"""churnlife's speed against reference implementations, measured side by side in one run.

Prints one table: for each benchmark the time churnlife takes, the time the reference takes on
the same data in the same run, their ratio, the goal, and how far the two answers agree; then the
whole pipeline on a large log (wall time and peak memory of a child process) and the cost of a fit
as customers grow at a fixed number of distinct tenures.

* extract: churnlife.extract.run_extract (checks, spells, counts, summary, data quality) on a
  scale log (benchmarks/scale_log.py) ÷ a bare DuckDB scan-and-group-by over the same Parquet
  files (one row per customer: events, first and last event time).          goal ≤ 2
* Kaplan–Meier: churnlife.km.kaplan_meier on the counts ÷ statsmodels SurvfuncRight on the
  per-customer rows (late entry included).                        goal ≥ 50×, same estimates
* Cox: churnlife.cox.cox_fit on counts per covariate pattern × tenure ÷ statsmodels PHReg on the
  rows, 3 categorical covariates, Efron ties.                   goal ≥ 20×, coefficients to 1e-6
* Weibull: churnlife's grouped likelihood on the counts ÷ scipy.stats.weibull_min.fit on the rows
  as CensoredData (churns interval-censored in (t-1, t], censorings right-censored at t: the same
  likelihood, so the same MLE).                                             goal ≥ 100×
* pipeline: churnlife.pipeline.analyse + write_outputs on the large log in a child process: wall
  time and the child's peak RSS.                                  goal < 60 s, < 2 GiB
* growth: Weibull, Kaplan–Meier and Cox fit time at 10^3 .. 10^6 customers, tenures fixed at
  0..60: the estimators read counts, so the time should stay flat.

Counting per-customer rows into counts (churnlife.counts.counts_from_durations, polars) is the
database's job in a real run (the extract benchmark times it there); it is printed, not counted in
the estimator ratios.

    python benchmarks/run.py --quick     # about a minute: small sizes
    python benchmarks/run.py             # the full run recorded in benchmarks/RESULTS.md
    python benchmarks/run.py --only extract,pipeline --pipeline-customers 10000000
"""

from __future__ import annotations

import argparse
import json
import os
import platform
import resource
import subprocess
import sys
import time
from collections.abc import Callable
from dataclasses import dataclass
from pathlib import Path
from typing import Any

import numpy as np
import polars as pl

sys.path.insert(0, str(Path(__file__).resolve().parent))

import scale_log

from churnlife.counts import counts_from_durations

GIB = 2**30
BENCHMARKS = ("extract", "km", "cox", "weibull", "pipeline", "growth")


@dataclass
class Row:
    name: str
    size: str
    ours: float
    ref: float | None
    goal: str
    met: bool | None
    agreement: str

    @property
    def ratio(self) -> str:
        if self.ref is None:
            return ""
        return f"{self.ref / self.ours:,.1f}×" if self.name != "extract" else (
            f"{self.ours / self.ref:,.2f}"
        )


def timed(f: Callable[[], Any], repeats: int = 1) -> tuple[float, Any]:
    """Best wall time of ``repeats`` calls, and the last result."""
    best, out = np.inf, None
    for _ in range(repeats):
        t0 = time.perf_counter()
        out = f()
        best = min(best, time.perf_counter() - t0)
    return best, out
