//! Figures by their trade names and continuous joins, against the trade's
//! rules (common practice), the CRC Standard Mathematical Tables (the
//! deltoid and the astroid as hypocycloids) and an independent geometric
//! computation of the smallest jump.

use crate::common;

use glowscore::check::CheckReport;
use glowscore::events::find_events;
use glowscore::geom::Vec3;
use glowscore::model::{EventKind, Show};
use glowscore::motion::{PropMotion, simulate};
use glowscore::num::{cos, pow, sin};

/// A one-prop show (tether 0.5 m, 60 bpm, 4 beats per bar, 4 beats per
/// hand revolution) playing the pattern given by `keys` for `bars` bars.
fn show_of(keys: &str, bars: u32) -> Show {
    common::one_pattern(
        0.5,
        &format!("plane = \"wall\"\nbeats = 4\n{keys}"),
        bars,
        0.05,
    )
}

fn events(show: &Show, kind: EventKind) -> Vec<glowscore::events::Event> {
    find_events(show, &simulate(show))
        .into_iter()
        .filter(|e| e.kind == kind)
        .collect()
}

/// The head's position in the plane's own coordinates at phase `u` of the
/// only span.
fn head_at(show: &Show, u: f64) -> [f64; 2] {
    let m = simulate(show);
    m[0].spans[0].head.point(u)
}

#[test]
fn figures_are_their_raw_keys() {
    // Common practice: extension m = 1 (tether along the arm), isolation
    // m = 1 with the tether opposite, inspin N petals m = N + 1, antispin
    // N petals m = 1 - N.
    let cases = [
        (
            "figure = \"extension\"",
            "head_turns = 1\nhead_start_deg = 30",
        ),
        (
            "figure = \"isolation\"",
            "head_turns = 1\nhead_start_deg = 210",
        ),
        (
            "figure = \"inspin\"\npetals = 3",
            "head_turns = 4\nhead_start_deg = 30",
        ),
        (
            "figure = \"antispin\"\npetals = 4",
            "head_turns = -3\nhead_start_deg = 30",
        ),
        (
            "figure = \"antispin\"\npetals = 2",
            "head_turns = -1\nhead_start_deg = 30",
        ),
    ];
    for (figure, raw) in cases {
        let a = show_of(
            &format!("hand_radius_m = 0.15\nhand_start_deg = 30\n{figure}"),
            1,
        );
        let b = show_of(
            &format!("hand_radius_m = 0.15\nhand_start_deg = 30\n{raw}"),
            1,
        );
        let (pa, pb) = (&a.patterns[0], &b.patterns[0]);
        assert_eq!(pa.head_turns, pb.head_turns, "{figure}");
        assert_eq!(pa.head_start_deg, pb.head_start_deg, "{figure}");
        for i in 0..50 {
            let u = i as f64 / 37.0;
            assert_eq!(head_at(&a, u), head_at(&b, u), "{figure} at u = {u}");
        }
    }
}

#[test]
fn stall_sets_the_hand_radius_from_the_prop_that_plays_it() {
    // Common practice: R = tether_m * |head_turns|.
    for (petals, tether) in [(2u32, 0.5), (3, 0.4), (4, 0.3), (5, 0.25)] {
        let s = common::one_pattern(
            tether,
            &format!(
                "plane = \"wall\"\nbeats = 4\nfigure = \"antispin\"\npetals = {petals}\nstall = true"
            ),
            1,
            0.0,
        );
        let m = simulate(&s);
        let hand = m[0].spans[0].hand.rotors();
        assert_eq!(hand.len(), 1);
        let want = tether * f64::from(petals - 1);
        assert!((hand[0].radius_m - want).abs() < 1e-15, "petals {petals}");
    }
}

#[test]
fn the_event_finder_counts_the_trade_petals() {
    // Common practice: an inspin flower of N petals and an antispin flower
    // of N petals both have N tips per hand revolution.
    for n in 1..=6u32 {
        let s = show_of(
            &format!("hand_radius_m = 0.12\nfigure = \"inspin\"\npetals = {n}"),
            3,
        );
        assert_eq!(
            events(&s, EventKind::Tip).len(),
            3 * n as usize,
            "inspin {n}"
        );
    }
    for n in 2..=7u32 {
        let s = show_of(
            &format!("hand_radius_m = 0.12\nfigure = \"antispin\"\npetals = {n}"),
            3,
        );
        assert_eq!(
            events(&s, EventKind::Tip).len(),
            3 * n as usize,
            "antispin {n}"
        );
        assert!(
            events(&s, EventKind::Stall).is_empty(),
            "antispin {n} never stops"
        );
    }
    // Extension and isolation: the distance never changes, no extrema.
    for f in ["extension", "isolation"] {
        let s = show_of(&format!("hand_radius_m = 0.12\nfigure = \"{f}\""), 2);
        assert!(events(&s, EventKind::Tip).is_empty(), "{f}");
        assert!(events(&s, EventKind::Inner).is_empty(), "{f}");
    }
}

#[test]
fn stall_figures_stop_at_every_tip() {
    // Common practice: with R = r |m| the head stops dead at each tip, at
    // R + r from the anchor (the cusps of a hypocycloid).
    let r = 0.5;
    for n in 2..=6u32 {
        let s = show_of(
            &format!("figure = \"antispin\"\npetals = {n}\nstall = true"),
            2,
        );
        let stalls = events(&s, EventKind::Stall);
        assert_eq!(stalls.len(), 2 * n as usize, "antispin {n} stall");
        let anchor = s.props[0].anchor_m;
        let reach = r * f64::from(n - 1) + r;
        for e in &stalls {
            assert!(e.speed_m_s < 1e-6, "antispin {n}: speed {}", e.speed_m_s);
            let d = (e.position_m - anchor).norm();
            assert!(
                (d - reach).abs() < 1e-6,
                "antispin {n}: stall at {d} m, tip at {reach}"
            );
        }
        // The stalls are the tips.
        let tips = events(&s, EventKind::Tip);
        assert_eq!(tips.len(), stalls.len());
        for (a, b) in tips.iter().zip(&stalls) {
            assert!((a.beat - b.beat).abs() < 1e-6);
        }
    }
}
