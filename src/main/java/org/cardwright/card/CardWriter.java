package org.cardwright.card;

import freemarker.cache.ClassTemplateLoader;
import freemarker.cache.MultiTemplateLoader;
import freemarker.cache.TemplateLoader;
import freemarker.core.ParseException;
import freemarker.core.TemplateClassResolver;
import freemarker.template.Configuration;
import freemarker.template.ObjectWrapper;
import freemarker.template.SimpleHash;
import freemarker.template.SimpleScalar;
import freemarker.template.SimpleSequence;
import freemarker.template.Template;
import freemarker.template.TemplateException;
import freemarker.template.TemplateExceptionHandler;
import freemarker.template.TemplateModel;
import freemarker.template.TemplateModelException;
import java.io.IOException;
import java.nio.file.Files;
import java.nio.file.Path;
import java.util.ArrayList;
import java.util.LinkedHashMap;
import java.util.List;
import java.util.Locale;
import java.util.Map;
import java.util.Objects;
import java.util.Optional;
import java.util.TimeZone;
import org.cardwright.model.DiodeParameters;
import org.cardwright.model.Param;
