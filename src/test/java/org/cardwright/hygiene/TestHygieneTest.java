package org.cardwright.hygiene;

import static org.junit.jupiter.api.Assertions.assertEquals;
import static org.junit.jupiter.api.Assertions.assertTrue;

import java.io.IOException;
import java.nio.charset.StandardCharsets;
import java.nio.file.Files;
import java.nio.file.Path;
import java.util.ArrayList;
import java.util.List;
import java.util.stream.Collectors;
import java.util.stream.Stream;
import org.cardwright.hygiene.TestSourceScanner.Finding;
import org.cardwright.testsupport.Simulators;
import org.junit.jupiter.api.Test;

/**
 * The guard of two house rules over every test source of the repository (src/test/java and spark/src/test/java):
 * tolerances are named constants, and tests read nothing outside the repository. The rules themselves are in
 * {@link TestSourceScanner}'s javadoc; a failure names file, line, rule and the offending text.
 *
 * <p>The second half proves the scanner can fail: a small source written here breaks each rule once.
 */
class TestHygieneTest {

    /**
     * This package is not scanned: this file holds in-memory sources that break the rules on purpose, and the
     * scanner's javadoc and patterns spell out the paths it looks for.
     */
    private static final String SELF = "/org/cardwright/hygiene/";

    @Test
    void everyTestSourceKeepsTheRules() throws IOException {
        Path root = Simulators.projectDir();
        List<Path> sources = new ArrayList<>();
        for (Path dir : List.of(root.resolve("src/test/java"), root.resolve("spark/src/test/java"))) {
            if (Files.isDirectory(dir)) {
                try (Stream<Path> walk = Files.walk(dir)) {
                    walk.filter(p -> p.toString().endsWith(".java")).sorted().forEach(sources::add);
                }
            }
        }
        assertTrue(sources.size() > 100, "the test sources were found under " + root + ": " + sources.size());
        List<Finding> findings = new ArrayList<>();
        for (Path p : sources) {
            String name = root.relativize(p).toString().replace('\\', '/');
            if (name.contains(SELF)) {
                continue;
            }
            findings.addAll(TestSourceScanner.scan(name, Files.readString(p, StandardCharsets.UTF_8)));
        }
        assertEquals("", findings.stream().map(Finding::toString).collect(Collectors.joining("\n")),
                findings.size() + " finding(s); name each tolerance (a static final constant with its unit and a"
                        + " one-line reason) and keep reference values under src/test/resources");
    }

    @Test
    void aBareDeltaIsAFinding() {
        List<Finding> f = TestSourceScanner.scan("A.java", String.join("\n",
                "class A {",
                "  void t() {",
                "    assertEquals(1.0, x, 1e-6);",
                "    assertEquals(1.0, x, 1e-6 * Math.abs(y), \"msg\");",
                "    assertArrayEquals(a, b, 2 * TOL);",
                "    assertEquals(1e-6, x, 1e-6);",
                "    assertEquals(3.5, x, 3.5 * 1e-15);",
                "  }",
                "}"));
        assertEquals(List.of(3, 4, 5, 6, 7), lines(f), f.toString());
        assertTrue(f.stream().allMatch(x -> x.rule().equals("tolerance")), f.toString());
    }

    @Test
    void namedExactAndMessageArgumentsAreNotFindings() {
        List<Finding> f = TestSourceScanner.scan("A.java", String.join("\n",
                "class A {",
                "  static final double TOL_V = 1e-6; // 1 uV: the reason",
                "  void t() {",
                "    assertEquals(1.0, x, TOL_V);",
                "    assertEquals(1.0, x, TOL_V * Math.abs(y1), \"within 1e-6 of the 2nd\");",
                "    assertEquals(1.0, x, 0.0);",
                "    assertEquals(3.5 / 1.6, x, 3.5 / 1.6 * REL);",
                "    assertEquals(3, list.size(), \"three of 1e-3\");",
                "    assertEquals(3, list.size(), () -> \"n = \" + 1e-3);",
                "    // assertEquals(1.0, x, 1e-6);",
                "  }",
                "}"));
        assertEquals(List.of(), f);
    }

    @Test
    void aBareBoundOnAnAbsoluteDifferenceIsAFinding() {
        List<Finding> f = TestSourceScanner.scan("A.java", String.join("\n",
                "class A {",
                "  void t() {",
                "    assertTrue(Math.abs(a - b) < 1e-3, \"close\");",
                "    assertTrue(0.5e-3 >= Math.abs(a - b));",
                "    boolean near = Math.abs(a - b) <= 2 * LIMIT_V;",
                "    assertTrue(Math.abs(a - b) < LIMIT_V);",
                "    assertTrue(Math.abs(a - b) > 0);",
                "    double d = Math.abs(a - b) * 1e3;",
                "  }",
                "}"));
        assertEquals(List.of(3, 4, 5), lines(f), f.toString());
        assertTrue(f.stream().allMatch(x -> x.rule().equals("abs-bound")), f.toString());
    }

    @Test
    void aBareFloatingBoundInAnAssertedConditionIsAFinding() {
        List<Finding> f = TestSourceScanner.scan("A.java", String.join("\n",
                "class A {",
                "  void t() {",
                "    assertTrue(rms < 0.5e-3, \"rms\");",
                "    assertFalse(ok && v > 0.9 * bv);",
                "    assertTrue(rms < RMS_LIMIT_V && rows > 60, \"0.5e-3\");",
                "    assertTrue(x > 0.0 && seconds < 60);",
                "    if (error > half * (1 + 1e-12)) {",
                "      fail(\"beyond half a unit\");",
                "    }",
                "    if (error > 1e-12) throw new AssertionError(error);",
                "    if (x > 0.5) { y = 1; }",
                "  }",
                "}"));
        assertEquals(List.of(3, 4, 7, 10), lines(f), f.toString());
        assertTrue(f.stream().allMatch(x -> x.rule().equals("condition-bound")), f.toString());
    }

    @Test
    void aPathOutsideTheRepositoryIsAFinding() {
        List<Finding> f = TestSourceScanner.scan("x/A.java", String.join("\n",
                "class A {",
                "  // values from /work/shared/reference/table.md",
                "  Path a = Path.of(\"/home/someone/data.csv\");",
                "  Path b = root.resolve(\"../shared/reference\");",
                "  Path c = root.resolve(\"fixtures/../../elsewhere\");",
                "  String h = System.getProperty(\"user.home\");",
                "  Path d = Path.of(\"/usr/share/data\");",
                "  Path ok = root.resolve(\"src/test/resources/reference/x.tsv\");",
                "  Path proc = Path.of(\"/proc\");",
                "  String refused = \"cards: /tmp/x\"; // " + TestSourceScanner.NOT_A_PATH + ": an input to refuse",
                "}"));
        assertEquals(List.of(2, 3, 4, 5, 6, 7), lines(f), f.toString());
        assertTrue(f.stream().allMatch(x -> x.rule().equals("outside-path")), f.toString());
    }

    @Test
    void onlyTheSimulatorLookupMayNameSystemPrograms() {
        String source = "class S { Path p = Path.of(\"/usr/bin/ngspice\"); }";
        assertEquals(List.of(), TestSourceScanner.scan("src/test/java/org/cardwright/testsupport/Simulators.java", source));
        assertEquals(List.of(1), lines(TestSourceScanner.scan("src/test/java/org/cardwright/cli/X.java", source)));
    }

    private static List<Integer> lines(List<Finding> findings) {
        return findings.stream().map(Finding::line).toList();
    }
}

- - -

How to complete this task :: If a line comes after the one that contains "PHReg on the", leave it out; return every line of the entries up to that point exactly, starting with the first, with that line included.

Written response ::
"""churnlife's speed against reference implementations, measured side by side in one run.

Prints one table: for each benchmark the time churnlife takes, the time the reference takes on
the same data in the same run, their ratio, the goal, and how far the two answers agree; then the
whole pipeline on a large log (wall time and peak memory of a child process) and the cost of a fit
as customers grow at a fixed number of distinct tenures.

* extract: churnlife.extract.run_extract (checks, spells, counts, summary, data quality) on a
  scale log (benchmarks/scale_log.py) ÷ a bare DuckDB scan-and-group-by over the same Parquet
  files (one row per customer: events, first and last event time).          goal ≤ 2
* Kaplan–Meier: churnlife.km.kaplan_meier on the counts ÷ statsmodels SurvfuncRight on the
  per-customer rows (late entry included).                        goal ≥ 50×, same estimates
* Cox: churnlife.cox.cox_fit on counts per covariate pattern × tenure ÷ statsmodels PHReg on the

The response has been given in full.